Finding himself a piece of an old tarpaulin, Hickie had to battle one of his dogs, a midsized mastiff, for possession of it. “The money? Hmm… lemme think-go on, Beauregard, let go a that damned thing!” He finally pulled the tarpaulin away from the dog, and as he came back over to the cage I climbed down with Mike. “Thith ith a firtht, thith ith.” Hickie carefully took Mike out of my arms and held him up to look into his eyes. “You do a good job and keep yerthelf thafe, now, do you hear that?” He kissed the top of Mike’s head and slipped him into the cage, then covered it. “Lemme thee… he meanth an awful lot to me, doth Mike…”

It was pretty obvious Hickie was waiting for me to make him an offer, and I pulled what seemed like a big number out of the air. “How about fifty bucks? For the week?”

Hickie got that glow bargainers sometimes do, when they’ve been offered more than they expected and figure that because they have, maybe they can do even better. “Make it theventy, Thtevie-thimply to keep my thoul at retht, mind you-and I’ll know you to truly be the gentleman what I’d alwayth taken you for.”

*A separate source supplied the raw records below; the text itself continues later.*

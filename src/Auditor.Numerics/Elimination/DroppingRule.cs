using Auditor.Numerics.Distributions;

namespace Auditor.Numerics.Elimination;

public enum DroppingCriterion
{
    /// <summary>The largest p of the partial F tests, when it is above the bound.</summary>
    PartialF,

    /// <summary>The removal that lowers AIC most, when one does.</summary>
    Aic,

    /// <summary>The removal that lowers BIC most, when one does.</summary>
    Bic,
}

/// <summary>
/// One step of a backward elimination that puts nothing back. With D what unit u adds to the rest of the model M (df1 = the rank it adds, df2 = n - rank(M)):
/// F = (D/df1)/(RSS(M)/df2) and its p, or the change of the criterion on removal, n log(1 + D/RSS(M)) - c df1 with c = 2 (AIC) or log n (BIC).
/// </summary>
/// <remarks>
/// Equal values: the unit declared first. A unit that adds no rank has no test, and no model is changed by it: one that the reported model leaves out is dropped
/// at once, one that it keeps is not looked at until it adds something. Not thread-safe: critical values are kept.
/// </remarks>
public sealed class DroppingRule(DroppingCriterion criterion, double bound)
{
    /// <summary>Statistics closer than this, relative, are equal: rounding must not choose between them.</summary>
    private const double Tie = 1e-12;

    private readonly Dictionary<(int, double), double> _critical = [];

    public DroppingCriterion Criterion => criterion;

    /// <summary>The p above which a unit is dropped.</summary>
    public double Bound => bound;

    /// <summary>The unit that the rule drops from the model next; null when it stops.</summary>
    internal int? Next(Submodel model, Candidates candidates, ReadOnlySpan<double> t) =>
        WithoutInformation(model, candidates) ?? Tested(model, candidates, t);

    /// <summary>The same among the units that can be tested.</summary>
    internal int? Tested(Submodel model, Candidates candidates, ReadOnlySpan<double> t)
    {
        var (rss, df2) = (model.Residual.At(t), candidates.Observations - model.Rank);
        return df2 <= 0 ? null
            : criterion == DroppingCriterion.PartialF ? LargestP(model, rss, df2, t)
            : MostLowered(model, rss, candidates.Observations, t);
    }

    /// <summary>Change of AIC or BIC when a unit is removed.</summary>
    internal double Change(double sumOfSquares, int rank, double rss, double observations) =>
        (observations * Math.Log(1 + (sumOfSquares / rss))) - (rank * (criterion == DroppingCriterion.Aic ? 2 : Math.Log(observations)));

    private static int? WithoutInformation(Submodel model, Candidates candidates)
    {
        for (var unit = 0; unit < model.Added.Length; unit++)
        {
            if (model.Added[unit] is { Rank: 0 } && candidates.Units[unit].LeftOut)
            {
                return unit;
            }
        }

        return null;
    }

    /// <summary>Units that add the same rank are in the order of their F, so p is needed for one of each rank only, and only when it is above the bound.</summary>
    private int? LargestP(Submodel model, double rss, double df2, ReadOnlySpan<double> t)
    {
        var least = new SortedDictionary<int, (double F, int Unit)>();
        for (var unit = 0; unit < model.Added.Length; unit++)
        {
            if (model.Added[unit] is { Rank: > 0 } added)
            {
                var f = Statistic(added, rss, df2, t);
                if (f < Critical(added.Rank, df2) && (!least.TryGetValue(added.Rank, out var known) || f < known.F * (1 - Tie)))
                {
                    least[added.Rank] = (f, unit);
                }
            }
        }

        if (least.Count <= 1)
        {
            return least.Count == 0 ? null : least.First().Value.Unit;
        }

        var logs = least.Select(entry => (Log: FisherF.LogSurvival(entry.Value.F, entry.Key, df2), entry.Value.Unit)).ToList();
        var largest = logs.Max(one => one.Log);
        return logs.Where(one => one.Log >= largest - Tie).Min(one => one.Unit);
    }

    private int? MostLowered(Submodel model, double rss, double observations, ReadOnlySpan<double> t)
    {
        var (best, lowest) = ((int?)null, 0.0);
        for (var unit = 0; unit < model.Added.Length; unit++)
        {
            if (model.Added[unit] is { Rank: > 0 } added)
            {
                var change = Change(added.SumOfSquares.At(t), added.Rank, rss, observations);
                if (change < (best is null ? 0 : lowest - (Tie * (1 - lowest))))
                {
                    (best, lowest) = (unit, change);
                }
            }
        }

        return best;
    }

    /// <summary>Infinite where the model leaves nothing over.</summary>
    private static double Statistic(AddedUnit added, double rss, double df2, ReadOnlySpan<double> t)
    {
        var mean = added.SumOfSquares.At(t) / added.Rank;
        return rss > 0 ? mean / (rss / df2) : mean > 0 ? double.PositiveInfinity : 0;
    }

    /// <summary>F whose p is the bound.</summary>
    private double Critical(int df1, double df2)
    {
        if (!_critical.TryGetValue((df1, df2), out var critical))
        {
            _critical[(df1, df2)] = critical = FisherF.UpperQuantile(bound, df1, df2);
        }

        return critical;
    }
}
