using Auditor.Numerics.Factor;
using Auditor.Numerics.GroupTests;

namespace Auditor.Numerics.Parts;

/// <summary>
/// What different effects of a group in K parts of the rows add to equal ones, the final model's coefficients free in each part. Reduced model: F x part + Z; full
/// model: F x part + Z x part, which is the fit of F + Z in each part by itself. Everything follows from the fits in the parts: with u_k = Qz_k'y and S_k = Qz_k'Z~_k,
/// equal effects c mean E(u_k) = S_k c, so with L an orthonormal basis of what is orthogonal to the stacked S_k, Q_d = diag(Qz_k) L is an orthonormal basis of the
/// columns Z x part residualised on the reduced model, and d = L'u = Q_d'y. No row is looked at again.
/// </summary>
/// <remarks>
/// Frisch–Waugh–Lovell. Free coefficients of F keep a difference in those from passing as one of the group, and they are the models of the parts' own tests. Verified
/// against R's interaction models (Parts/values of the tests) and against the same columns written out.
/// </remarks>
public sealed class EffectContrast
{
    /// <summary>Columns times parts above this are not compared: the work grows with the third power.</summary>
    private const int MostDirections = 600;

    private readonly ColumnMatrix _rotated;
    private readonly int[] _firstOf;
    private readonly int _common;

    private EffectContrast(IReadOnlyList<AddedGroup> parts, ColumnMatrix rotated, int common)
    {
        (Parts, _rotated, _common) = (parts, rotated, common);
        _firstOf = [.. parts.Select((_, k) => parts.Take(k).Sum(part => part.Rank))];
        U = rotated.Column(0)[common..].ToArray();
    }

    /// <summary>The group added to F in each part.</summary>
    public IReadOnlyList<AddedGroup> Parts { get; }

    /// <summary>d, as many entries as directions in which the effects can differ: columns of the group times K - 1 where none is aliased.</summary>
    public IReadOnlyList<double> U { get; }

    /// <summary>df1 of every test that the effects are equal.</summary>
    public int Rank => U.Count;

    /// <summary>Observations of all parts.</summary>
    public double N => Parts.Sum(part => part.Final.Factor.Totals.N);

    /// <summary>Residual sum of squares of the full model.</summary>
    public double RssWith => Parts.Sum(part => part.RssWith);

    /// <summary>n less the rank of the full model.</summary>
    public double ResidualDf => Parts.Sum(PartialF.ResidualDf);

    public double SumOfSquares => BlockKernels.Dot((double[])U, (double[])U);

    /// <summary>What the reduced model's group explains of u, in the coordinates of one part's Qz.</summary>
    internal double[] Common(int part) => Along(part, common: true, _rotated.Column(0)[.._common]);

    /// <summary>What the contrast itself explains of u, likewise.</summary>
    internal double[] Fitted(int part) => Along(part, common: false, (double[])U);

    /// <param name="parts">The same group, by the same columns, in each part.</param>
    /// <returns>Null when the directions are too many to compare.</returns>
    public static EffectContrast? Of(IReadOnlyList<AddedGroup> parts)
    {
        var directions = parts.Sum(part => part.Rank);
        if (directions > MostDirections || parts.Count == 0)
        {
            return null;
        }

        var rotated = Stacked(parts, directions);
        return new EffectContrast(parts, rotated, Reduce(rotated, parts[0].Columns.Count));
    }

    /// <summary>What keeps every form of the test from being computed.</summary>
    public Impediment? Why()
    {
        if (Rank == 0)
        {
            return Impediment.NothingToCompare;
        }

        return ResidualDf <= 0 ? Impediment.NoResidualDegreesOfFreedom
            : Parts.All(part => PerfectFit.Is(part.Final, part.RssWith)) ? Impediment.PerfectWithGroup
            : null;
    }

    /// <summary>The variance that a score matrix is measured by, as for a group.</summary>
    internal double ScoreScale => Math.Min(RssWith / ResidualDf, SumOfSquares / N);

    /// <summary>Adds to the contrast's entries a vector that stands in the coordinates of one part's Qz: into += L_k'v.</summary>
    internal void Turn(int part, ReadOnlySpan<double> v, Span<double> into)
    {
        for (var a = 0; a < v.Length; a++)
        {
            BlockKernels.AddScaled(into, v[a], Entry(part, a)[_common..]);
        }
    }

    /// <summary>The same onto the reduced model's own directions of the group: into += B_k'v, as many entries as these are.</summary>
    internal void TurnCommon(int part, ReadOnlySpan<double> v, Span<double> into)
    {
        for (var a = 0; a < v.Length; a++)
        {
            BlockKernels.AddScaled(into, v[a], Entry(part, a)[.._common]);
        }
    }

    /// <summary>Directions that the group has with equal effects.</summary>
    internal int CommonRank => _common;

    /// <summary>Row a of part k of [B L]: entries 0 to common - 1 span the stacked S, the rest is orthogonal to it.</summary>
    private ReadOnlySpan<double> Entry(int part, int a) => _rotated.Column(1 + _firstOf[part] + a);

    private double[] Along(int part, bool common, ReadOnlySpan<double> coordinates)
    {
        var along = new double[Parts[part].Rank];
        for (var a = 0; a < along.Length; a++)
        {
            along[a] = BlockKernels.Dot(common ? Entry(part, a)[.._common] : Entry(part, a)[_common..], coordinates);
        }

        return along;
    }

    /// <summary>[u I S]: what is carried first, then the columns to be factored.</summary>
    private static ColumnMatrix Stacked(IReadOnlyList<AddedGroup> parts, int directions)
    {
        var columns = parts[0].Columns.Count;
        var (stacked, row) = (new ColumnMatrix(directions, 1 + directions + columns), 0);
        for (var i = 0; i < directions; i++)
        {
            stacked[i, 1 + i] = 1;
        }

        foreach (var part in parts)
        {
            ((double[])[.. part.U]).CopyTo(stacked.Column(0)[row..]);
            for (var c = 0; c < columns; c++)
            {
                part.Coordinates(c).CopyTo(stacked.Column(1 + directions + c)[row..]);
            }

            row += part.Rank;
        }

        return stacked;
    }

    /// <summary>Factors S with a decision on its rank, which is returned; what is carried is rotated along.</summary>
    private static int Reduce(ColumnMatrix stacked, int columns)
    {
        var (rank, first) = (0, stacked.Columns - columns);
        for (var c = 0; c < columns && rank < stacked.Rows; c++)
        {
            var whole = stacked.Column(first + c);
            if (Length(whole[rank..]) > RankTolerance.Aliased * Length(whole))
            {
                Householder.Reflect(stacked, first + c, rank, [.. Enumerable.Range(0, first), .. Enumerable.Range(first + c + 1, columns - c - 1)]);
                rank++;
            }
        }

        return rank;
    }

    private static double Length(ReadOnlySpan<double> values) => Math.Sqrt(BlockKernels.Dot(values, values));
}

I nodded once, and we shook on it. “You’ll have to come with me, though, to pick up the money,” I said. “I ain’t got that kind of cash on me.”

“And I wouldn’t let Mike go without theein’ where you’re takin’ him,” Hickie answered. He picked up the cage and indicated the door. “Lead the way, old thon!”

We got back outside and made our way out of the shantytown and over to Park Row, where it was an easy job to catch a hansom uptown. It was a jolly ride, with Hickie full of stories about old friends of ours, Mike the ferret going wild inside the covered cage as he smelled the horse in front of us, and the cabbie wondering what in the world two characters like ourselves could be up to-not to mention what we might be carrying in the strange crate that sat on Hickie’s lap.